İtibarlı Fadıl bey, İslami otelin yanısıra, Maldiv adalarından da devremülk satıyordu. Gümbür gümbür televizyon reklamlarıyla tanıtılan “Caprise Gold Maldives Ebu Eyyub El Ensari House projesi”nin küçük bi pürüzü vardı... Ortada ada yoktu!

*

Değil villa inşa etmek, tabure koymak bile mümkün değildi.

*

“Aslında buna şükretmek lazım, burdakilere Maldiv’i sattı, Maldiv ahalisine de Kınalı adayı satabilirdi” diye yazdım.

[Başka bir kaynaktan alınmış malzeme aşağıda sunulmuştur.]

// "design" (docs/analysis-document.md, Survey design): respondent rows, design effects per
// category, or one overall design effect (a number or "kish").
Status read_design(const JsonValue& d, const std::vector<std::string>& categories, DesignChoice* out) {
    if (!d.is(Type::object)) return wrong("design", "an object such as {\"design_effect\": 1.8}");
    DesignChoice c;
    c.requested = true;
    if (const JsonValue* r = d.find("respondents"); r && !r->is(Type::null)) {
        if (!r->is(Type::object)) return wrong("design.respondents", "an object with category and weight lists");
        SurveySample& s = c.sample;
        s.categories = categories;
        const JsonValue* cat = r->find("category");
        const JsonValue* w = r->find("weight");
        if (!cat || !w) return wrong("design.respondents", "an object with \"category\" and \"weight\" lists");
        TP_TRY(read_indices(*cat, "design.respondents.category", categories.size(), &s.category));
        TP_TRY(read_numbers(*w, "design.respondents.weight", &s.weight));
        if (s.weight.size() != s.category.size()) return wrong("design.respondents.weight", "one weight per respondent");
        if (const JsonValue* v = r->find("strata"); v && !v->is(Type::null)) TP_TRY(read_labels(*v, "design.respondents.strata", &s.strata));
        if (const JsonValue* v = r->find("clusters"); v && !v->is(Type::null)) TP_TRY(read_labels(*v, "design.respondents.clusters", &s.clusters));
        if (const JsonValue* v = r->find("stratum"); v && !v->is(Type::null)) {
            TP_TRY(read_indices(*v, "design.respondents.stratum", s.strata.size(), &s.stratum));
            if (s.stratum.size() != s.weight.size()) return wrong("design.respondents.stratum", "one stratum per respondent");
        }
        if (const JsonValue* v = r->find("cluster"); v && !v->is(Type::null)) {
            TP_TRY(read_indices(*v, "design.respondents.cluster", s.clusters.size(), &s.cluster));
            if (s.cluster.size() != s.weight.size()) return wrong("design.respondents.cluster", "one cluster per respondent");
        }
        if (const JsonValue* cols = r->find("columns"); cols && cols->is(Type::object)) {
            TP_TRY(read_enum_string(*cols, "category", "design.respondents.columns.", &s.category_column));
            TP_TRY(read_enum_string(*cols, "weight", "design.respondents.columns.", &s.weight_column));
            TP_TRY(read_enum_string(*cols, "stratum", "design.respondents.columns.", &s.stratum_column));
            TP_TRY(read_enum_string(*cols, "cluster", "design.respondents.columns.", &s.cluster_column));
        }
    }
    if (const JsonValue* v = d.find("design_effects"); v && !v->is(Type::null))
        TP_TRY(read_numbers(*v, "design.design_effects", &c.category_design_effects));
    if (const JsonValue* v = d.find("design_effect"); v && !v->is(Type::null)) {
        if (v->is(Type::string) && v->string == "kish") c.kish = true;
        else if (v->is(Type::number) && v->number > 0 && std::isfinite(v->number)) c.overall_design_effect = v->number;
        else return wrong("design.design_effect", "a number greater than 0, or \"kish\"");
    }
    *out = std::move(c);
    return Status::success();
}

Status read_model(const JsonValue& m, Model* model) {
    if (!m.is(Type::object)) return wrong("model", "an object");
    std::string kind = "equal";
    TP_TRY(read_enum_string(m, "kind", "model.", &kind));
    if (!model_kind_from_name(kind, &model->kind))
        return Status::failure("In the document, model.kind \"" + kind.substr(0, 40) + "\" is not a known model kind.");
    if (const JsonValue* v = m.find("values"); v && !v->is(Type::null)) TP_TRY(read_numbers(*v, "model.values", &model->values));
    if (const JsonValue* v = m.find("edges"); v && !v->is(Type::null)) TP_TRY(read_numbers(*v, "model.edges", &model->edges, true));
    if (const JsonValue* p = m.find("parameters"); p && !p->is(Type::null)) {
        if (!p->is(Type::object)) return wrong("model.parameters", "an object of named numbers");
        for (const auto& [name, value] : p->object) {
            if (value.is(Type::null)) continue;  // null: to be estimated
            if (!value.is(Type::number)) return wrong("model.parameters." + name.substr(0, 40), "a number");
            model->parameters.emplace_back(name, value.number);
        }
    }
    return Status::success();
}
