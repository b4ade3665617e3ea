"""Real channel cross-sections solved in 2D.

:class:`Rectangle`, :class:`Trapezoid`, :class:`IsotropicEtch`,
:class:`Ellipse` and :class:`Polygon` plug into :func:`ekexplore.solve`
like the slit and the tube. Their kernel solves the flow, the Debye-Hueckel
or Poisson-Boltzmann potential and the electro-osmotic flow with linear
finite elements on graded mapped meshes (see ``METHOD.md``).

Validity: as for :func:`ekexplore.solve` (continuum point-ion
electrokinetics, Stokes flow, no slip at the wall, a long straight channel).
The ``accuracy`` option of ``solve`` sets the 2D resolution; the result's
``error_estimate`` reports what was achieved.

Examples
--------
>>> import ekexplore as ek
>>> r = ek.solve(Rectangle(width=400e-9, depth=100e-9), ek.Electrolyte.salt("KCl", 1.0),
...              ek.Wall(zeta=-0.05), model="pb", accuracy=1e-3)
>>> bool(r.electroosmotic > 0), float(r.reciprocity_residual) < 1e-8
(True, True)
>>> float(r.error_estimate) < 1e-3
True
"""
from .shapes import KOH_SIDEWALL_ANGLE, Ellipse, IsotropicEtch, Polygon, Rectangle, Trapezoid
from .profiles import SectionProfiles

__all__ = ["Rectangle", "Trapezoid", "IsotropicEtch", "Ellipse", "Polygon",
           "KOH_SIDEWALL_ANGLE", "SectionProfiles"]
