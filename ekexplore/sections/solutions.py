"""The scaled 2D solutions on one mesh and on the levels of a point.

:func:`scaled_solution` solves the potential (dh or pb) and returns the
area means the coefficients need; :func:`flow_solution` the Poiseuille flow
and the wall shear; :func:`levels` runs the four levels of a potential and
:func:`hydraulic` the three of the flow (see :mod:`.extrapolation`).
"""
from __future__ import annotations

import numpy as np

from ..coefficients import dh_means
from ..doublelayer import gouy_chapman_length
from .extrapolation import N_MAX, THIN_LAYER_K, estimate, extrapolated_error, refined, rich
from .meshes import build_mesh
from .solvers import flow_profile, harmonic_extension, solve_potential

__all__ = ["gouy_scale", "scaled_solution", "prolong", "flow_solution", "levels", "hydraulic"]


def gouy_scale(lam, z, phi_w):
    """Scaled inner length of a strongly charged wall (the Gouy-Chapman length),
    or None below |z phi_w| = 2, where the Debye length is the inner scale."""
    if min(abs(np.max(np.abs(z)) * phi_w), 80.0) < 2.0:
        return None
    return float(gouy_chapman_length(lam, z, phi_w))


def scaled_solution(mesh, kl2, w, z, condition, value, model, guess=None):
    """Potential and the scaled area means on one mesh.

    Returns a dict: ``phi`` nodal potential, ``d`` = phi - h with h the
    discrete harmonic function equal to phi on the wall (u_eo over
    eps kT/(e eta) E), ``u`` the scaled Poiseuille profile, ``g`` the scaled
    charge density, and the means ``u_mean`` <u>, ``l12`` <d>, ``l21``
    (kappa L)^2 <g u>, ``mean_c`` <c_i>/c_i and ``conv`` <(c_i/c_i - 1) d> per ion
    (the convection of the ion's excess over the bulk),
    ``phi_wall`` the wall-averaged potential and ``mean_g`` <g>.
    """
    offset, dev, info = solve_potential(mesh, kl2, w, z, condition, value, model, guess)
    phi = offset + dev
    u = flow_profile(mesh)
    m = mesh.m / mesh.area
    if condition == "potential":
        d = dev
    else:
        d = dev - harmonic_extension(mesh, dev)
    zc = z[:, None]
    if model == "pb":
        conc = np.exp(-zc * offset) * np.exp(-zc * dev[None, :])
        g = w @ conc
        mean_c = conc @ m
        # convection of each ion's excess over the bulk
        conv = (np.expm1(-zc * phi[None, :]) * d[None, :]) @ m
    else:   # dh: linear charge density
        g = -phi
        mean_c, conv = (a[:, 0] for a in dh_means(z, np.array([m @ phi]),
                                                   np.array([m @ phi**2]),
                                                   np.array([m @ (phi * d)])))
    wall = mesh.wall
    return {
        "phi": phi, "d": d, "u": u, "g": g, "info": info,
        "u_mean": float(m @ u),
        "l12": float(m @ d),
        "l21": float(kl2 * (m @ (g * u))),
        "mean_c": mean_c,
        "conv": conv,
        "phi_wall": float(offset + mesh.b[wall] @ dev[wall] / mesh.b[wall].sum()),
        "mean_g": float(m @ g),
        "area": mesh.area, "perimeter": mesh.perimeter,
    }


def prolong(coarse, fine, values):
    """Coarse nodal values carried to the fine mesh, a start for Newton there.

    Fine nodes that coincide with coarse ones (the graded maps are nested)
    take their value; the others the mean of their coinciding neighbours,
    or of the nearest coarse node when none is adjacent.
    """
    from scipy.spatial import cKDTree
    tree = getattr(coarse, "_tree", None)
    if tree is None:
        tree = coarse._tree = cKDTree(coarse.points)
    dist, j = tree.query(fine.points)
    same = dist <= 1e-9 * np.ptp(fine.points[:, 0])
    out = values[j].astype(float)
    adj = (fine.K != 0).astype(float)
    known = np.where(same, out, 0.0)
    num = adj @ known
    cnt = adj @ same.astype(float)
    fill = ~same & (cnt > 0)
    out[fill] = num[fill] / cnt[fill]
    return out


def flow_solution(mesh):
    """Scaled flow means on one mesh: <u> and the wall-shear integral over the area.

    The wall shear is the discrete boundary flux of the flow, sum over wall
    nodes of (m - K u), the force the walls exert per unit length and G.
    """
    u = flow_profile(mesh)
    r = mesh.m - mesh.K @ u
    return {"u": u, "u_mean": float(mesh.m @ u / mesh.area),
            "shear": float(r[mesh.wall].sum() / mesh.area)}


def levels(kind, dims, n, lam, gouy, kl2, w, z, condition, value, model, lam_c, conv_c):
    """Solutions on the meshes with n/2, 3n/4, n and 2n cells.

    Returns the solutions with n and 2n cells (their Richardson combination is
    the result) and the estimated relative error of that combination
    (:func:`.extrapolation.extrapolated_error`), largest over the
    electro-osmotic, streaming and conductive coefficients. (The wall charge
    of a constant-potential wall, from the mean charge density, converges
    more slowly: about 20 times the relative error of the coefficients on
    coarse levels of a rectangle at kappa a = 33; it is not covered.) ``lam_c``
    (lambda_i c_i) and ``conv_c`` (z_i F c_i eps kT/(e eta)) turn the scaled
    means into the migration and convection parts of the conductive
    coefficient [S/m]. (The hydraulic coefficient comes from meshes graded for
    the flow alone, see :func:`hydraulic`.)
    """
    meshes = [build_mesh(kind, dims, k, lam, gouy) for k in (n // 2, n, 2 * n)]
    sols = [scaled_solution(meshes[0], kl2, w, z, condition, value, model)]
    for i in (1, 2):
        sols.append(scaled_solution(meshes[i], kl2, w, z, condition, value, model,
                                    guess=prolong(meshes[i - 1], meshes[i], sols[-1]["phi"])))
    # the 3n/4 level (not nested in the others: started from the n/2 solution
    # carried over by nearest nodes)
    quarter = build_mesh(kind, dims, (3 * n) // 4, lam, gouy)
    sols.append(scaled_solution(quarter, kl2, w, z, condition, value, model,
                                guess=prolong(meshes[0], quarter, sols[0]["phi"])))

    def coeffs(r):
        out = [lam_c @ r["mean_c"] + conv_c @ r["conv"]]        # conductive coefficient
        if abs(sols[2]["l12"]) > 1e-300:
            out += [r["l12"], r["l21"]]
        return np.array(out)

    c0, c1, c2, cq = (coeffs(r) for r in sols)
    return sols[1], sols[2], extrapolated_error(c0, cq, c1, c2, thin=kl2 > THIN_LAYER_K**2)


def hydraulic(channel, values, kind, dims, L, n, accuracy, need_shear=True):
    """<u>/(G/eta) [m^2], its estimated error and the scaled wall-shear integral,
    from meshes graded for the flow alone (exact closed forms where they exist).
    Three levels as in :func:`levels`; the resolution is refined once if the
    estimate misses ``accuracy``."""
    exact = channel._exact_flow_mean_values(*values)
    if exact is not None and not need_shear:
        return exact, 0.0, None
    for attempt in range(2):
        f0, f1, f2 = (flow_solution(build_mesh(kind, dims, k)) for k in (n // 2, n, 2 * n))
        r2 = rich(f1["u_mean"], f2["u_mean"])
        err = estimate(*(np.array([f["u_mean"]]) for f in (f0, f1, f2)))
        if err <= accuracy or n >= N_MAX:
            break
        n = refined(n, err, accuracy)
    shear = rich(f1["shear"], f2["shear"])
    if exact is not None:
        return exact, 0.0, shear
    return L**2 * r2, err, shear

Reklam müdürümüz patrona koştu.

*

Neticede, itibarlı Fadıl bey gene tutuklandı. Kendisini mahkemede savunurken, “8 bin 400 kişiye sattım, bunların arasında milletvekilleri, bankacılar, işadamları gibi münevver insanlar var, bu kadar münevver insanların hepsini kandırmış olabilir miyim” dedi.

*

İşte tam bu sebeple... İtibarlı Fadıl bey’i tutuklayarak, kendisine büyük haksızlık yapıldığını düşünüyorum. İddiaya girerim, bugün dışarı salsalar, cezaevinin kapısında para toplamaya başlar. Sayın ahalimiz de yeni projesine para ödemek için kuyruğa girer.

*

Dolayısıyla... Bana sorarsanız, böyle başa böyle taraktır, memlekete ekonomi bakanı olacak kadar mübarek bi adamdır. Tutuklanması hukuk skandalıdır, zulümdür. Dokunmayın Fadılıma.